_Problem to work on:_ For each entry in the listing, produce an exact copy.

[[ Available data, beginning ]]

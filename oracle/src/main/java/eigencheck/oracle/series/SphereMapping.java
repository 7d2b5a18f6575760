package eigencheck.oracle.series;

import eigencheck.oracle.Evaluation;
import eigencheck.oracle.OracleException;
import eigencheck.oracle.OracleException.Reason;
import eigencheck.oracle.expr.Expression;
import eigencheck.oracle.problem.BoundaryCondition;
import eigencheck.oracle.problem.Problem;
import eigencheck.oracle.problem.Side;
import eigencheck.oracle.problem.Slab;
import eigencheck.oracle.problem.Sphere;
import java.util.EnumMap;
import java.util.Map;

/**
 * The radially symmetric sphere as a slab: w = r u turns rho c u_t = k (u_rr + 2 u_r/r) + Q into
 * rho c w_t = k w_xx + x Q on 0 < x < R with w(0) = 0 (Carslaw and Jaeger, <i>Conduction of Heat in
 * Solids</i>, 2nd ed., Oxford, 1959, section 9.2). The surface conditions become: Dirichlet u = g gives
 * w = R g; convection -k u_r = h (u - u_a) gives -k w_x = (h - k/R)(w - h R u_a/(h - k/R)): a Robin face
 * with the coefficient h - k/R, positive for Bi = hR/k > 1 and negative for Bi < 1 (the slab modes take
 * it down to -k/R, exclusive), and a flux k w_x = h R u_a at Bi = 1. A prescribed surface flux (Bi = 0)
 * would need the zero mode w = r, which is not in this version: refused.
 */
public final class SphereMapping {
    private SphereMapping() {
    }

    /** The slab solver of w = r u for a sphere problem. */
    public static SlabSolver solver(Problem sphere, double timeHorizon, double tolerance) {
        double[] coefficient = new double[1];
        Problem slab = toSlab(sphere, coefficient);
        return new SlabSolver(slab, timeHorizon, tolerance, coefficient[0]);
    }

    /** The slab problem for w = r u. */
    public static Problem toSlab(Problem sphere) {
        return toSlab(sphere, new double[1]);
    }

    /**
     * @param coefficient receives the true Robin coefficient of the outer face when it is not positive
     *     (the problem then carries its absolute value), else NaN
     */
    static Problem toSlab(Problem sphere, double[] coefficient) {
        coefficient[0] = Double.NaN;
        double radius = ((Sphere) sphere.domain()).radius();
        double k = sphere.material().conductivity();
        Expression x = Expression.parse("x", "x", "t");
        Expression initial = sphere.initial().renamed("r", "x");
        Expression initialW = Expression.parse("x", "x").times(initial);
        Expression source = sphere.source().renamed("r", "x");
        Expression sourceW = x.times(source);
        BoundaryCondition surface = sphere.condition(Side.SURFACE);
        BoundaryCondition outer;
        if (surface instanceof BoundaryCondition.Dirichlet d) {
            outer = new BoundaryCondition.Dirichlet(Expression.constant(radius, "t").times(d.temperature()));
        } else if (surface instanceof BoundaryCondition.Robin r) {
            double h = r.heatTransferCoefficient();
            double biot = h * radius / k;
            if (Math.abs(biot - 1) <= 1e-12) {
                outer = new BoundaryCondition.Neumann(Expression.constant(h * radius, "t").times(r.ambient()));
            } else {
                double effective = h - k / radius;
                outer = new BoundaryCondition.Robin(Math.abs(effective),
                    Expression.constant(h * radius / effective, "t").times(r.ambient()));
                if (effective < 0) {
                    coefficient[0] = effective;
                }
            }
        } else {
            throw new OracleException(Reason.UNSUPPORTED, "oracle: the sphere with a prescribed surface flux is not"
                + " solved by this version (w = r u would need the zero mode w = r); fixed surface temperatures and"
                + " convection are");
        }
        Map<Side, BoundaryCondition> faces = new EnumMap<>(Side.class);
        faces.put(Side.XMIN, new BoundaryCondition.Dirichlet(Expression.parse("0", "t")));
        faces.put(Side.XMAX, outer);
        return new Problem(new Slab(radius), sphere.material(), initialW, sourceW, faces, sphere.steady());
    }

    /**
     * du/dr = (w' - w/r)/r from the slab slice of w (w' = -flux/k, w/r by {@link SlabSolver.Slice#valueOverX});
     * 0 at the centre by symmetry. The bound grows like 1/r toward the centre, where it is refused once
     * it passes {@code budget}/R.
     */
    public static Evaluation gradient(SlabSolver.Slice w, double r, double radius, double budget) {
        if (r == 0) {
            w.temperature(0); // the slice's own checks
            return new Evaluation(0, 0);
        }
        double k = w.conductivity();
        Evaluation flux = w.heatFlux(r);
        Evaluation over = w.valueOverX(r);
        double value = (-flux.value() / k - over.value()) / r;
        double bound = (flux.bound() / k + over.bound() + 4 * Math.ulp(1.0) * (Math.abs(flux.value() / k)
            + Math.abs(over.value()))) / r;
        if (!(bound <= budget / radius)) {
            throw new OracleException(Reason.NOT_CERTIFIED, "oracle: du/dr of the sphere at r = " + r + " m has bound "
                + bound + " > " + budget / radius + "; near the centre the division by r amplifies the error (du/dr = 0"
                + " at r = 0 exactly)");
        }
        return new Evaluation(value, bound);
    }

    /**
     * The mean of u over the shell a < r < b, weight r^2: \(3\int_a^b w r\,dr/(b^3 - a^3)\) by
     * Gauss-Legendre on w r (w is smooth for t > 0), the quadrature error measured against a rule half as
     * fine again (times 10).
     */
    public static Evaluation shellAverage(SlabSolver.Slice w, double a, double b, double budget) {
        if (!(a >= 0 && b > a)) {
            throw new OracleException(Reason.OUTSIDE_DOMAIN, "oracle: shell " + a + " < r < " + b + " m needs 0 <= a < b");
        }
        double[] sums = new double[2];
        double bound = 0;
        int[] orders = {24, 36};
        for (int pass = 0; pass < 2; pass++) {
            GaussLegendre g = GaussLegendre.of(orders[pass]);
            double sum = 0;
            double err = 0;
            for (int i = 0; i < g.nodes.length; i++) {
                double r = 0.5 * (a + b) + 0.5 * (b - a) * g.nodes[i];
                Evaluation e = w.temperature(r);
                double weight = 0.5 * (b - a) * g.weights[i] * r;
                sum += weight * e.value();
                err += Math.abs(weight) * e.bound();
            }
            sums[pass] = sum;
            bound = Math.max(bound, err);
        }
        double volume = (b * b * b - a * a * a) / 3;
        double value = sums[1] / volume;
        double total = (bound + 10 * Math.abs(sums[1] - sums[0]) + 8 * Math.ulp(1.0) * Math.abs(sums[1])) / volume;
        if (!(total <= budget)) {
            throw new OracleException(Reason.NOT_CERTIFIED, "oracle: the shell average over " + a + " < r < " + b
                + " m has bound " + total + " > " + budget);
        }
        return new Evaluation(value, total);
    }
}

[[ Available data, end ]]

_Answer to the exercise:_
filename oracle/src/main/java/eigencheck/oracle/series/SphereMapping.java
repository 7d2b5a18f6575760
package eigencheck.oracle.series;

import eigencheck.oracle.Evaluation;
import eigencheck.oracle.OracleException;
import eigencheck.oracle.OracleException.Reason;
import eigencheck.oracle.expr.Expression;
import eigencheck.oracle.problem.BoundaryCondition;
import eigencheck.oracle.problem.Problem;
import eigencheck.oracle.problem.Side;
import eigencheck.oracle.problem.Slab;
import eigencheck.oracle.problem.Sphere;
import java.util.EnumMap;
import java.util.Map;

/**
 * The radially symmetric sphere as a slab: w = r u turns rho c u_t = k (u_rr + 2 u_r/r) + Q into
 * rho c w_t = k w_xx + x Q on 0 < x < R with w(0) = 0 (Carslaw and Jaeger, <i>Conduction of Heat in
 * Solids</i>, 2nd ed., Oxford, 1959, section 9.2). The surface conditions become: Dirichlet u = g gives
 * w = R g; convection -k u_r = h (u - u_a) gives -k w_x = (h - k/R)(w - h R u_a/(h - k/R)): a Robin face
 * with the coefficient h - k/R, positive for Bi = hR/k > 1 and negative for Bi < 1 (the slab modes take
 * it down to -k/R, exclusive), and a flux k w_x = h R u_a at Bi = 1. A prescribed surface flux (Bi = 0)
 * would need the zero mode w = r, which is not in this version: refused.
 */
public final class SphereMapping {
    private SphereMapping() {
    }

    /** The slab solver of w = r u for a sphere problem. */
    public static SlabSolver solver(Problem sphere, double timeHorizon, double tolerance) {
        double[] coefficient = new double[1];
        Problem slab = toSlab(sphere, coefficient);
        return new SlabSolver(slab, timeHorizon, tolerance, coefficient[0]);
    }

    /** The slab problem for w = r u. */
    public static Problem toSlab(Problem sphere) {
        return toSlab(sphere, new double[1]);
    }

    /**
     * @param coefficient receives the true Robin coefficient of the outer face when it is not positive
     *     (the problem then carries its absolute value), else NaN
     */
    static Problem toSlab(Problem sphere, double[] coefficient) {
        coefficient[0] = Double.NaN;
        double radius = ((Sphere) sphere.domain()).radius();
        double k = sphere.material().conductivity();
        Expression x = Expression.parse("x", "x", "t");
        Expression initial = sphere.initial().renamed("r", "x");
        Expression initialW = Expression.parse("x", "x").times(initial);
        Expression source = sphere.source().renamed("r", "x");
        Expression sourceW = x.times(source);
        BoundaryCondition surface = sphere.condition(Side.SURFACE);
        BoundaryCondition outer;
        if (surface instanceof BoundaryCondition.Dirichlet d) {
            outer = new BoundaryCondition.Dirichlet(Expression.constant(radius, "t").times(d.temperature()));
        } else if (surface instanceof BoundaryCondition.Robin r) {
            double h = r.heatTransferCoefficient();
            double biot = h * radius / k;
            if (Math.abs(biot - 1) <= 1e-12) {
                outer = new BoundaryCondition.Neumann(Expression.constant(h * radius, "t").times(r.ambient()));
            } else {
                double effective = h - k / radius;
                outer = new BoundaryCondition.Robin(Math.abs(effective),
                    Expression.constant(h * radius / effective, "t").times(r.ambient()));
                if (effective < 0) {
                    coefficient[0] = effective;
                }
            }
        } else {
            throw new OracleException(Reason.UNSUPPORTED, "oracle: the sphere with a prescribed surface flux is not"
                + " solved by this version (w = r u would need the zero mode w = r); fixed surface temperatures and"
                + " convection are");
        }
        Map<Side, BoundaryCondition> faces = new EnumMap<>(Side.class);
        faces.put(Side.XMIN, new BoundaryCondition.Dirichlet(Expression.parse("0", "t")));
        faces.put(Side.XMAX, outer);
        return new Problem(new Slab(radius), sphere.material(), initialW, sourceW, faces, sphere.steady());
    }

    /**
     * du/dr = (w' - w/r)/r from the slab slice of w (w' = -flux/k, w/r by {@link SlabSolver.Slice#valueOverX});
     * 0 at the centre by symmetry. The bound grows like 1/r toward the centre, where it is refused once
     * it passes {@code budget}/R.
     */
    public static Evaluation gradient(SlabSolver.Slice w, double r, double radius, double budget) {
        if (r == 0) {
            w.temperature(0); // the slice's own checks
            return new Evaluation(0, 0);
        }
        double k = w.conductivity();
        Evaluation flux = w.heatFlux(r);
        Evaluation over = w.valueOverX(r);
        double value = (-flux.value() / k - over.value()) / r;
        double bound = (flux.bound() / k + over.bound() + 4 * Math.ulp(1.0) * (Math.abs(flux.value() / k)
            + Math.abs(over.value()))) / r;
        if (!(bound <= budget / radius)) {
            throw new OracleException(Reason.NOT_CERTIFIED, "oracle: du/dr of the sphere at r = " + r + " m has bound "
                + bound + " > " + budget / radius + "; near the centre the division by r amplifies the error (du/dr = 0"
                + " at r = 0 exactly)");
        }
        return new Evaluation(value, bound);
    }

    /**
     * The mean of u over the shell a < r < b, weight r^2: \(3\int_a^b w r\,dr/(b^3 - a^3)\) by
     * Gauss-Legendre on w r (w is smooth for t > 0), the quadrature error measured against a rule half as
     * fine again (times 10).
     */
    public static Evaluation shellAverage(SlabSolver.Slice w, double a, double b, double budget) {
        if (!(a >= 0 && b > a)) {
            throw new OracleException(Reason.OUTSIDE_DOMAIN, "oracle: shell " + a + " < r < " + b + " m needs 0 <= a < b");
        }
        double[] sums = new double[2];
        double bound = 0;
        int[] orders = {24, 36};
        for (int pass = 0; pass < 2; pass++) {
            GaussLegendre g = GaussLegendre.of(orders[pass]);
            double sum = 0;
            double err = 0;
            for (int i = 0; i < g.nodes.length; i++) {
                double r = 0.5 * (a + b) + 0.5 * (b - a) * g.nodes[i];
                Evaluation e = w.temperature(r);
                double weight = 0.5 * (b - a) * g.weights[i] * r;
                sum += weight * e.value();
                err += Math.abs(weight) * e.bound();
            }
            sums[pass] = sum;
            bound = Math.max(bound, err);
        }
        double volume = (b * b * b - a * a * a) / 3;
        double value = sums[1] / volume;
        double total = (bound + 10 * Math.abs(sums[1] - sums[0]) + 8 * Math.ulp(1.0) * Math.abs(sums[1])) / volume;
        if (!(total <= budget)) {
            throw new OracleException(Reason.NOT_CERTIFIED, "oracle: the shell average over " + a + " < r < " + b
                + " m has bound " + total + " > " + budget);
        }
        return new Evaluation(value, total);
    }
}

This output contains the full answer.